Le directeur général du club de golf Miner, en compagnie des « coachs » des quelque 650 jeunes des écoles de la région qui sont venu y apprendre ce sport cette année. De gauche à droite : Robin Ducharme, Benoit Couture, Alex Bourgeois, Daniel Bernard, Carl Anctil, Yves Massé.

Assurer la pérennité du club de golf Miner

Si le destin du club de golf Miner était incertain il y a deux ans, aujourd'hui, à l'heure de son 104e anniversaire, le club rayonne plus que jamais. Son administration développe notamment des programmes pour assurer la relève. Comme quoi le golf au club Miner est loin d'être mort.
L'an dernier, 500 jeunes des écoles Haute-Ville, L'Envolée et Sainte-Famille sont venus s'initier au golf. Cette année, le projet de visite des écoles a été renouvelé, et pas moins de 650 jeunes golfeurs des mêmes écoles ont répondu à l'appel. En pratique, 25 classes différentes, provenant du primaire comme du secondaire, sont venues deux ou trois fois pour apprendre les rudiments du sport. 
« Le plus beau dans tout ça, c'est les sourires sur leur visage. Au début, ils ne sont pas capables de frapper la balle, puis à la fin, oups, 125 verges ! », raconte Alex Bourgeois, l'un des cinq golfeurs donnant la formation aux élèves. Pour Daniel Bernard, directeur général du club Miner, la formule est optimale. « Ils [les élèves] aiment tellement ça ! Ils sont tellement bien encadrés. J'ai cinq ou six jeunes par prof. C'est idéal pour donner un cours, pour les encadrer ».
Et pour Diane Barabé, présidente du comité des règlements du Royal Canadian Golf Association (RCGA), le golf est plus qu'une activité sportive, pour les jeunes. « C'est un sport où les jeunes apprennent des façons d'être, des façons de se comporter », dit-elle, parlant de la nécessité de s'habiller proprement, de ne pas courir ou encore crier inutilement sur le terrain. « Ça transmet des valeurs de base, et c'est important de leur transmettre de telles valeurs ».

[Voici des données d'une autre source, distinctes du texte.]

/**
 * "Sales minus the other wells" (issue 9 §8) for a well: the first balance group in which the
 * meter run is an inlet, with exactly one outlet, whose sales meter and other inlets have
 * complete, not estimated records over the whole period (shared/history/corrections.ts
 * estimateFromSalesMeter). A fixed daily allowance counts pro rata by time (hours / 24).
 * @returns the estimate, or why none was made (problem null when the meter run is in no such group)
 */
async function salesMeterEstimate(
  repository: CorrectionsRepository,
  meterRunId: string,
  startMs: number,
  endMs: number,
  timeZone: string,
): Promise<{ ok: true; estimate: EstimateRecord } | { ok: false; problem: string | null }> {
  const groups = await repository.wellGroups(meterRunId);
  const problems: string[] = [];
  for (const group of groups) {
    const sales = group.members.find((m) => m.side === 'outlet');
    if (!sales) continue;
    const others = group.members.filter((m) => m.side === 'inlet' && m.meterRunId !== meterRunId);
    const records = await repository.memberRecords(
      [sales.meterRunId, ...others.map((m) => m.meterRunId)],
      startMs,
      endMs,
    );
    const member = (m: { meterRunId: string; tag: string }) => ({ ...m, records: records.get(m.meterRunId) ?? [] });
    const allowance =
      group.allowancePercent !== null
        ? { percent: group.allowancePercent }
        : { standardVolumeM3: ((group.allowanceDailyM3 ?? 0) * (endMs - startMs)) / dayMs };
    const made = estimateFromSalesMeter({
      startMs,
      endMs,
      sales: member(sales),
      otherWells: others.map(member),
      allowance,
    });
    if (!made.ok) {
      problems.push(`${group.name}: ${made.problem}`);
      continue;
    }
    const quantity = (q: MemberQuantity) => ({
      meterRunId: q.meterRunId,
      tag: q.tag,
      massKg: q.massKg,
      standardVolumeM3: q.standardVolumeM3,
      expandedUncertaintyKg: q.expandedUncertaintyKg,
    });
    return {
      ok: true,
      estimate: {
        massKg: made.massKg,
        uncertaintyPercent: made.uncertaintyPercent,
        method: 'sales-minus-other-wells',
        basis: {
          description:
            'the sales meter (over 1 − the allowance when it is a percent of the inlet) minus the other wells and a fixed allowance, over the same hours; uncertainty the root-sum-square of the members’ expanded uncertainties (JCGM 100:2008 §5.1.2, uncorrelated)',
          balanceGroup: { id: group.id, name: group.name },
          salesMeter: quantity(made.sales),
          otherWells: made.otherWells.map(quantity),
          allowance: {
            percent: group.allowancePercent,
            dailyM3: group.allowanceDailyM3,
            massKg: made.allowance.massKg,
            standardVolumeM3: made.allowance.standardVolumeM3,
          },
          standardVolumeM3: made.standardVolumeM3,
          expandedUncertaintyKg: made.expandedUncertaintyKg,
          start: new Date(startMs).toISOString(),
          end: new Date(endMs).toISOString(),
          hours: hourStartsBetween(startMs, endMs, timeZone).map((h) => new Date(h).toISOString()),
        },
      },
    };
  }
  return { ok: false, problem: problems.length ? problems.join('; ') : null };
}
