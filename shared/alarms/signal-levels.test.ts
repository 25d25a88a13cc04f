import { signalLevel } from './signal-levels';

/**
 * Expected levels worked by hand from NAMUR NE 43 as remembered [mem] (measurement 3.8–20.5 mA,
 * failure ≤ 3.6 mA or ≥ 21 mA) on a 0–100 range, where 1 mA = 100/16 = 6.25 units:
 * 20.5 mA = 103.125, 21 mA = 106.25, 3.8 mA = −1.25, 3.6 mA = −2.5.
 */
describe('signalLevel', () => {
  it('reads the linear over- and under-range inside the saturation limits as in span', () => {
    expect(signalLevel(50, 0, 100)).toBe('in-span');
    expect(signalLevel(103, 0, 100)).toBe('in-span');
    expect(signalLevel(-1.2, 0, 100)).toBe('in-span');
  });

  it('finds a reading at 20.5 mA (103.125 % of span) or at 3.8 mA saturated, within display rounding', () => {
    expect(signalLevel(103.125, 0, 100)).toBe('saturated-high');
    expect(signalLevel(25.7813, 0, 25)).toBe('saturated-high'); // 25 × 1.03125 = 25.78125, shown rounded
    expect(signalLevel(25.7812, 0, 25)).toBe('saturated-high');
    expect(signalLevel(-1.25, 0, 100)).toBe('saturated-low');
  });

  it('finds a reading at or beyond 21 mA or at or below 3.6 mA a failure level', () => {
    expect(signalLevel(106.25, 0, 100)).toBe('failure-high');
    expect(signalLevel(-2.5, 0, 100)).toBe('failure-low');
  });

  it('maps a range that does not start at zero', () => {
    // 20–120: span 100, 20.5 mA = 123.125.
    expect(signalLevel(123.125, 20, 120)).toBe('saturated-high');
    expect(signalLevel(70, 20, 120)).toBe('in-span');
  });

  it('refuses a range whose upper value is not above the lower', () => {
    expect(() => signalLevel(1, 5, 5)).toThrow(/upperRange must exceed lowerRange/);
  });
});
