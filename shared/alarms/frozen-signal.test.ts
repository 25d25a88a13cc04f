import { isFrozenSignal } from './frozen-signal';

describe('isFrozenSignal', () => {
  const limits = { minSamples: 5, maxStdDevShareOfSpan: 1e-5 };
  it('finds a value repeated to the last digit frozen', () => {
    expect(isFrozenSignal([12.345, 12.345, 12.345, 12.345, 12.345], 50, limits)).toBe(true);
  });
  it('finds a live signal varying by 0.01 % of span not frozen (σ of 0/±0.005 ≈ 0.0045 > 5e-4)', () => {
    // sample σ of [12, 12.005, 11.995, 12, 12.005] by hand: mean 12.001, deviations −0.001, 0.004, −0.006, −0.001, 0.004 → Σd² = 7e-5, /4 → σ = 0.00418
    expect(isFrozenSignal([12, 12.005, 11.995, 12, 12.005], 50, limits)).toBe(false);
  });
  it('does not judge with too few readings', () => {
    expect(isFrozenSignal([1, 1, 1], 50, limits)).toBeNull();
  });
  it('refuses a span that is not positive, naming it', () => {
    expect(() => isFrozenSignal([1, 1, 1, 1, 1], 0, limits)).toThrow(/span/);
  });
});
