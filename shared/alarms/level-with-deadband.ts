/**
 * Level conditions with a deadband (hysteresis): a condition that comes on past a limit goes
 * off only once the value is back past the limit by the deadband, so noise around the limit
 * does not toggle it (ISA-18.2 "alarm deadband"). Pure functions of the value and the previous
 * state.
 */

/**
 * A "too low" condition: on below the threshold, off at or above threshold + deadband.
 * @param value the value (e.g. share of span)
 * @param previous the condition's previous state
 * @param threshold the limit
 * @param deadband how far above the limit the value must come back to clear (≥ 0)
 * @returns the new state
 */
export function belowWithDeadband(value: number, previous: boolean, threshold: number, deadband: number): boolean {
  if (value < threshold) return true;
  if (value >= threshold + deadband) return false;
  return previous;
}

/**
 * A "too high" condition: on above the threshold, off at or below threshold − deadband.
 * @param value the value
 * @param previous the condition's previous state
 * @param threshold the limit
 * @param deadband how far below the limit the value must come back to clear (≥ 0)
 * @returns the new state
 */
export function aboveWithDeadband(value: number, previous: boolean, threshold: number, deadband: number): boolean {
  if (value > threshold) return true;
  if (value <= threshold - deadband) return false;
  return previous;
}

« De ces jeunes-là, il y en a beaucoup qui accrochent au golf. En souhaitant qu'ils prennent notre place plus tard. C'est notre relève et il faut travailler beaucoup sur la relève, et moi, j'y crois », dit Daniel Bernard à l'intention de ces jeunes.
Programmes pour la relève
En 2016, une Académie de golf a vu le jour, et elle perdure cette année. « C'est 10 juniors élites qui participent à des tournois régionaux », explique le directeur général. Ils pratiquent tous les samedis (avril à juin) au club Miner. 
Le golf Miner accueillera également pour la première fois cet été une cinquantaine de jeunes provenant de différents camps de jour de la région. 
Sous la supervision de Carl Anctil, professionnel de golf et enseignant, sept jeunes du programme sport-étude de l'école Massey-Vanier de Cowansville viennent s'entrainer sur le terrain du club. D'ailleurs, Daniel Bernard est en discussion avec l'école secondaire du Verbe Divin pour accueillir un autre programme de sport-étude golf.
« On a un camp d'initiation et de perfectionnement d'une semaine, fin juin, ouvert à tous les jeunes de la région. Ça aussi c'est pour assurer une relève, pour qu'ils nous remplacent plus tard », ajoute le directeur général. De façon générale, ce camp s'adresse aux joueurs âgés de 5 à 15 ans.
Vitalité
Cette année, l'engouement au golf Miner n'a rien à voir avec ce qu'on pouvait voir auparavant. « Il y a deux ans, je venais ici le soir, et il n'y avait personne. Aujourd'hui, j'arrive et il y a du monde dans le champ de pratique, Carl enseigne, et il y a du monde sur le terrain », raconte Alex Bourgeois. « À 7 h 30-8 h, c'est plein dans le champ de pratique », fait-il valoir. 
En date d'aujourd'hui, plus de 140 000 balles ont été frappées sur le champ de pratique. Tout porte à croire que le club se dirige vers une année record. (210 000 au total l'an dernier).